All these moments, lost in time, like ssh keystrokes in a container.
- In the best possible scenario: 1) you're spending time to duplicate configuration between dev, test, and prod, any time the environments change, 2) you hope your testing in one environment is actually borne out in prod, 3) you are shutting down dev & test when they're not in use (to save money), 4) you rebuild it all regularly to ensure it's still actually repeatable to repair or rebuild it, 5) you do maintenance on all 3 regularly to stay up to date on security patches and dependencies, 6) you still do trunk-based development that just deploys to each environment successively with automated functional tests, which makes one of the environments (either dev or test) unnecessary, and the other inaccurate
- In the more likely scenario: 1) your "duplication" of configuration is inaccurate or literally not the same, leading to differences which cause bugs, 2) your results in prod don't mimic those in test, 3) you aren't shutting down dev/test when not in use, leading to not only unnecessary charges, but potential security issues if they get compromised (because who secures dev/test?), 4) you never rebuild it, so when there's an issue and you need to repair or replace it, you have no idea how to do it again, or the automation doesn't work, so you spend more time fixing it while your stuff is down, 5) you never do maintenance, leading to failed disks, out of date software, and general maintenance headaches, 6) you are probably not doing trunk based development, but cherry-picking changes from a "dev", "test", and "prod" branch, ending up with diverging codebases which don't match each other, and is a nightmare to debug and maintain
That's the very short version of it, anyway. Thankfully there is a modern method which solves all those problems.

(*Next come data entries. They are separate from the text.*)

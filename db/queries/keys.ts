import { and, desc, eq, isNull, lt, or, sql } from "drizzle-orm";
import { type Database, prepared } from "../client";
import { keySecrets, keys } from "../schema/keys";
import { teams } from "../schema/organisation";

export interface KeyRow {
  readonly id: string;
  readonly teamId: string;
  /** The team's short name. */
  readonly team: string;
  readonly name: string;
  readonly scopes: string[];
  readonly origins: string[];
  readonly allowedInUrl: boolean;
  readonly minuteQuota: number;
  readonly monthQuota: number;
  readonly createdAt: number;
  readonly createdBy: string;
  readonly expiresAt: number | null;
  readonly revokedAt: number | null;
  readonly lastUsedAt: number | null;
  readonly lastClient: string | null;
}

export interface SecretRow {
  readonly hash: string;
  readonly validUntil: number | null;
}

/** What is read of a key, joined with its team. */
export const keyColumns = {
  id: keys.id,
  teamId: keys.teamId,
  team: teams.slug,
  name: keys.name,
  scopes: keys.scopes,
  origins: keys.origins,
  allowedInUrl: keys.allowedInUrl,
  minuteQuota: keys.minuteQuota,
  monthQuota: keys.monthQuota,
  createdAt: keys.createdAt,
  createdBy: keys.createdBy,
  expiresAt: keys.expiresAt,
  revokedAt: keys.revokedAt,
  lastUsedAt: keys.lastUsedAt,
  lastClient: keys.lastClient,
};

/** A key with every secret it has, for authentication: a look-up a call, never cached. */
export function keyWithSecrets(db: Database, id: string): { key: KeyRow; secrets: SecretRow[] } | undefined {
  const rows = prepared(db, "keys.withSecrets", (db) =>
    db
      .select({ ...keyColumns, hash: keySecrets.hash, validUntil: keySecrets.validUntil })
      .from(keys)
      .innerJoin(teams, eq(teams.id, keys.teamId))
      .innerJoin(keySecrets, eq(keySecrets.keyId, keys.id))
      .where(eq(keys.id, sql.placeholder("id")))
      .prepare(),
  ).all({ id });
  const [first] = rows;
  if (!first) return undefined;
  const { hash: _hash, validUntil: _validUntil, ...key } = first;
  return { key, secrets: rows.map(({ hash, validUntil }) => ({ hash, validUntil })) };
}

export function keyById(db: Database, id: string): KeyRow | undefined {
  return db
    .select(keyColumns)
    .from(keys)
    .innerJoin(teams, eq(teams.id, keys.teamId))
    .where(eq(keys.id, id))
    .get();
}

/** Where a page of a list ended. */
export interface Mark {
  readonly at: number;
  readonly id: string;
}

/** Keys of a team, or of all teams where none is named, newest first. */
export function listKeys(
  db: Database,
  options: { readonly teamId?: string; readonly limit?: number; readonly after?: Mark },
): KeyRow[] {
  const { teamId, limit, after } = options;
  return db
    .select(keyColumns)
    .from(keys)
    .innerJoin(teams, eq(teams.id, keys.teamId))
    .where(
      and(
        teamId === undefined ? undefined : eq(keys.teamId, teamId),
        after && or(lt(keys.createdAt, after.at), and(eq(keys.createdAt, after.at), lt(keys.id, after.id))),
      ),
    )
    .orderBy(desc(keys.createdAt), desc(keys.id))
    .limit(limit ?? -1)
    .all();
}

export type NewKey = Omit<KeyRow, "team" | "revokedAt" | "lastUsedAt" | "lastClient">;

export function insertKey(db: Database, key: NewKey): void {
  db.insert(keys)
    .values({ ...key, scopes: [...key.scopes], origins: [...key.origins] })
    .run();
}

export function insertSecret(
  db: Database,
  secret: { readonly id: string; readonly keyId: string; readonly hash: string; readonly createdAt: number },
): void {
  db.insert(keySecrets).values(secret).run();
}

/** Gives every secret without an earlier end this end. */
export function endSecrets(db: Database, keyId: string, validUntil: number): void {
  db.update(keySecrets)
    .set({ validUntil })
    .where(
      and(
        eq(keySecrets.keyId, keyId),
        or(isNull(keySecrets.validUntil), sql`${keySecrets.validUntil} > ${validUntil}`),
      ),
    )
    .run();
}

/** Revokes a key; false if it was revoked before. */
export function markRevoked(db: Database, id: string, at: number): boolean {
  return (
    db
      .update(keys)
      .set({ revokedAt: at })
      .where(and(eq(keys.id, id), isNull(keys.revokedAt)))
      .run().changes > 0
  );
}

export function markUsed(db: Database, id: string, at: number, client: string): void {
  prepared(db, "keys.markUsed", (db) =>
    db
      .update(keys)
      .set({ lastUsedAt: sql`${sql.placeholder("at")}`, lastClient: sql`${sql.placeholder("client")}` })
      .where(eq(keys.id, sql.placeholder("id")))
      .prepare(),
  ).run({ id, at, client });
}

/** What may change about a key after it was issued. */
export type KeyChange = Partial<
  Pick<KeyRow, "name" | "scopes" | "origins" | "allowedInUrl" | "minuteQuota" | "monthQuota" | "expiresAt">
>;

export function updateKey(db: Database, id: string, change: KeyChange): void {
  db.update(keys).set(change).where(eq(keys.id, id)).run();
}
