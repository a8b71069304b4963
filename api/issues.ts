import { z } from "zod";
import { nearestNames } from "@/lib/engine";
import type { Complaint } from "@/lib/service/refusal";

type ParameterComplaint = Extract<Complaint, { parameter: string }>;

type Issue = z.core.$ZodIssue;
type Path = readonly PropertyKey[];

/** A JSON pointer as a URI fragment (RFC 6901, section 6). */
export function pointer(path: Path): string {
  return ["#", ...path.map((part) => encodeURIComponent(escapePart(part)))].join("/");
}

const escapePart = (part: PropertyKey) => String(part).replaceAll("~", "~0").replaceAll("/", "~1");

/**
 * What a schema found wrong, each place with one sentence that begins at its verb ("must be …", "is required").
 * A missing member is pointed at by its own would-be pointer, an unknown one is told the nearest names.
 */
export function bodyComplaints(schema: z.ZodType, issues: readonly Issue[]): Complaint[] {
  return flatten(schema, issues, []).map(({ path, detail }) => ({ pointer: pointer(path), detail }));
}

/** The same for query or path parameters, which have a name only. */
export function parameterComplaints(schema: z.ZodType, issues: readonly Issue[]): ParameterComplaint[] {
  return flatten(schema, issues, []).map(({ path, detail }) => ({
    parameter: path.map(String).join("."),
    detail,
  }));
}

interface Found {
  readonly path: Path;
  readonly detail: string;
}

function flatten(schema: z.ZodType, issues: readonly Issue[], base: Path): Found[] {
  return issues.flatMap((issue): Found[] => {
    const path = [...base, ...issue.path];
    if (issue.code === "unrecognized_keys") {
      const known = membersAt(schema, issue.path);
      return issue.keys.map((key) => ({ path: [...path, key], detail: unknownMember(key, known) }));
    }
    if (issue.code === "invalid_union" && issue.errors.length > 0)
      return flatten(schema, closest(issue), path);
    return [{ path, detail: sentence(issue) }];
  });
}

export function unknownMember(name: string, known: readonly string[]): string {
  const near = nearestNames(name, known);
  if (near.length > 0)
    return `is not known here. Did you mean ${near.map((entry) => `"${entry}"`).join(" or ")}?`;
  return known.length > 0 && known.length <= 12
    ? `is not known here; known are ${known.join(", ")}.`
    : "is not known here.";
}

/** Of the alternatives of a union, the complaints of the one that the input came nearest to. */
function closest(issue: Extract<Issue, { code: "invalid_union" }>): readonly Issue[] {
  const distance = (branch: readonly Issue[]) =>
    branch.some((entry) => entry.path.length === 0 && entry.code === "invalid_type") ? 1000 : branch.length;
  const [best] = [...issue.errors].sort((a, b) => distance(a) - distance(b));
  if (distance(best) < 1000) return best;
  const expected = issue.errors
    .flat()
    .flatMap((entry) => (entry.code === "invalid_type" ? [noun(entry.expected)] : []));
  const message =
    issue.input === undefined ? "is required." : `must be ${[...new Set(expected)].join(" or ")}.`;
  return [{ code: "custom", path: [], message, input: issue.input }];
}

/** Names of the members that the object at a path may have. */
function membersAt(schema: z.ZodType, path: Path): string[] {
  let here: z.core.$ZodType | undefined = schema;
  for (const part of path) {
    here = bare(here);
    if (here instanceof z.ZodObject) here = here.shape[String(part)];
    else if (here instanceof z.ZodArray) here = here.element;
    else if (here instanceof z.ZodRecord) here = here.valueType;
    else return [];
  }
  here = bare(here);
  return here instanceof z.ZodObject ? Object.keys(here.shape) : [];
}

function bare(schema: z.core.$ZodType | undefined): z.core.$ZodType | undefined {
  let here = schema;
  while (here instanceof z.ZodOptional || here instanceof z.ZodNullable || here instanceof z.ZodDefault) {
    here = here.unwrap();
  }
  return here;
}

function sentence(issue: Issue): string {
  switch (issue.code) {
    case "invalid_type":
      if (issue.input === undefined) return "is required.";
      return issue.expected === "number" && typeof issue.input === "number"
        ? "must be a finite number."
        : `must be ${noun(issue.expected)}.`;
    case "invalid_value":
      if (issue.input === undefined) return "is required.";
      return `must be one of ${issue.values.map((value) => JSON.stringify(value)).join(", ")}.`;
    case "too_small":
      return `must ${issue.inclusive === false ? "be more than" : "be at least"} ${issue.minimum}${measure(issue.origin)}.`;
    case "too_big":
      return `must ${issue.inclusive === false ? "be less than" : "be at most"} ${issue.maximum}${measure(issue.origin)}.`;
    case "invalid_format":
      return issue.message.startsWith("Invalid") ? `must be ${format(issue.format)}.` : clause(issue.message);
    case "custom":
      return issue.message === "Invalid input" ? "cannot be used." : clause(issue.message);
    default:
      return clause(issue.message);
  }
}

function clause(message: string): string {
  const text = message.trim();
  return /[.!?]$/.test(text) ? text : `${text}.`;
}

function measure(origin: string): string {
  if (origin === "string") return " characters long";
  if (origin === "array" || origin === "set") return " entries long";
  return "";
}

function noun(expected: string): string {
  switch (expected) {
    case "array":
      return "an array";
    case "object":
    case "record":
      return "an object";
    case "int":
      return "a whole number";
    case "boolean":
      return "true or false";
    case "string":
      return "a text";
    default:
      return `a ${expected}`;
  }
}

function format(name: string): string {
  if (name === "datetime") return "a date and time such as 2030-01-01T00:00:00Z";
  return `a valid ${name}`;
}
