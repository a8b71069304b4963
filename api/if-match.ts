import { Refusal } from "@/lib/service/refusal";

/** The version that `If-Match` names: `"3"`, or `*` for whichever is current. Undefined where the header is missing. */
export function ifMatchVersion(headers: Headers): number | "any" | undefined {
  const header = headers.get("if-match")?.trim();
  if (header === undefined) return undefined;
  if (header === "*") return "any";
  const version = /^"?(\d{1,9})"?$/.exec(header)?.[1];
  if (version === undefined) {
    throw new Refusal("invalid-header", 'If-Match must carry the version as the ETag gave it, such as "3".');
  }
  return Number(version);
}

/** The same where the header must be there. */
export function requiredVersion(headers: Headers): number | "any" {
  const version = ifMatchVersion(headers);
  if (version !== undefined) return version;
  throw new Refusal("precondition-required", "Send If-Match with the version that the change was made from.");
}

export function versionTag(version: number): string {
  return `"${version}"`;
}
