import { OpenAPIRegistry, OpenApiGeneratorV31 } from "@asteasolutions/zod-to-openapi";
import { SCOPES } from "@/lib/auth/scope";
import { CATALOGUE_VERSION } from "@/lib/engine";
import { BASE_PATH } from "./base-path";
import { collectExamples } from "./examples/collect";
import { documentHeaders } from "./openapi-headers";
import { documentedOperation } from "./openapi-operation";
import type { RouteTable } from "./route-table";
import { nameComponents } from "./schemas/resistance";

export type OpenApiDocument = ReturnType<OpenApiGeneratorV31["generateDocument"]>;

const TAGS = [
  {
    name: "Resistance",
    description: "From a shape, a medium and two terminals to a resistance with bounds.",
  },
  { name: "Networks", description: "Resistances between named nodes." },
  { name: "Shapes", description: "The catalogue." },
  { name: "Materials", description: "The shared library and the team's own materials." },
  { name: "Records", description: "Stored calculations, which can be replayed." },
  { name: "Keys", description: "The team's keys, for automation." },
  { name: "Service", description: "Usage, this document, liveness." },
];

const DESCRIPTION = `Turns a shape, a material and two terminals into a DC resistance that can be defended: with bounds, method, assumptions, cautions and sources.

**Quantities.** Every dimensional input is a bare number in SI (temperatures in °C, angles in degrees) or a text with its unit, such as \`"0.25 mm"\`, \`"58 MS/m"\` or \`"120 degC"\`.

**Keys.** Send \`Authorization: Bearer rho_…\`. A key has scopes and two quotas: requests a minute, computations a calendar month (UTC). Every answer tells in \`RateLimit\` what is left; a refused computation costs none.

**Problems.** Every refusal is a problem document (RFC 9457). Its \`type\` leads to a page that says what to do; a 422 points at every place in the input that is wrong.

**Repeats.** A POST that stores something honours \`Idempotency-Key\`: within a day the same call with the same key gets the same answer and stores nothing twice.`;

/**
 * The OpenAPI 3.1 document of the registry. Its examples are made by real calls on a service in memory; `origin` is
 * where the pages of the problems are.
 */
export async function openApiDocument(routes: RouteTable, origin: string): Promise<OpenApiDocument> {
  nameComponents();
  const examples = await collectExamples(routes, origin);
  const registry = new OpenAPIRegistry();
  registry.registerComponent("securitySchemes", "key", {
    type: "http",
    scheme: "bearer",
    bearerFormat: "rho_<id>_<secret>",
    description: `A key of a team. Scopes: ${Object.entries(SCOPES)
      .map(([scope, meaning]) => `\`${scope}\` (${meaning})`)
      .join("; ")}.`,
  });
  registry.registerComponent("securitySchemes", "keyInUrl", {
    type: "apiKey",
    in: "query",
    name: "key",
    description: "Only for keys that were issued for it: addresses end up in logs.",
  });
  documentHeaders(registry);
  for (const operation of routes.operations) {
    registry.registerPath(documentedOperation(operation, examples.get(operation.id) ?? [], origin));
  }
  const document = new OpenApiGeneratorV31(registry.definitions).generateDocument({
    openapi: "3.1.0",
    info: {
      title: "Rhoform",
      version: "1.0.0",
      description: DESCRIPTION,
      "x-catalogue": CATALOGUE_VERSION,
    },
    // Relative: the document is valid wherever this service is reached.
    servers: [{ url: BASE_PATH }],
    tags: TAGS,
  });
  for (const operation of routes.operations) {
    const method = operation.method.toLowerCase();
    const item: unknown = document.paths?.[operation.path];
    const own = new Set(operation.examples.map(({ name }) => name));
    const shown = (examples.get(operation.id) ?? []).filter(({ name }) => own.has(name));
    addParameterExamples(item, method, shown);
  }
  return document;
}

interface Parameter {
  readonly name: string;
  readonly in: string;
  example?: unknown;
  examples?: Record<string, { summary: string; value: unknown }>;
}

/** Puts the examples' path and query values beside the parameters, under the names that their answers have. */
function addParameterExamples(
  item: unknown,
  method: string,
  examples: readonly { name: string; summary: string; path?: object; query?: object }[],
): void {
  const operation = (item as Record<string, { parameters?: Parameter[] }> | undefined)?.[method];
  for (const parameter of operation?.parameters ?? []) {
    const values = examples.flatMap(({ name, summary, path, query }) => {
      const value: unknown = Object.entries({ ...path, ...query }).find(
        ([key]) => key === parameter.name,
      )?.[1];
      return value === undefined ? [] : [[name, { summary, value }] as const];
    });
    if (values.length === 0) continue;
    delete parameter.example;
    parameter.examples = Object.fromEntries(values);
  }
}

Only use ephemeral environments, and production. The ephemeral environment is built from scratch whenever you want to test, and is shut down automatically after idleness. This ensures trunk-based development, allows multiple independent test deployments with specific feature-branch changes to exist simultaneously, re-tests all your automation constantly, uses the latest updates to avoid dependency stagnation, is versioned, saves money and resources, and eliminates security concerns.
Faster development, fewer bugs, less money, less maintenance toil, less downtime, more security. But it's not popular on HN so nobody does it.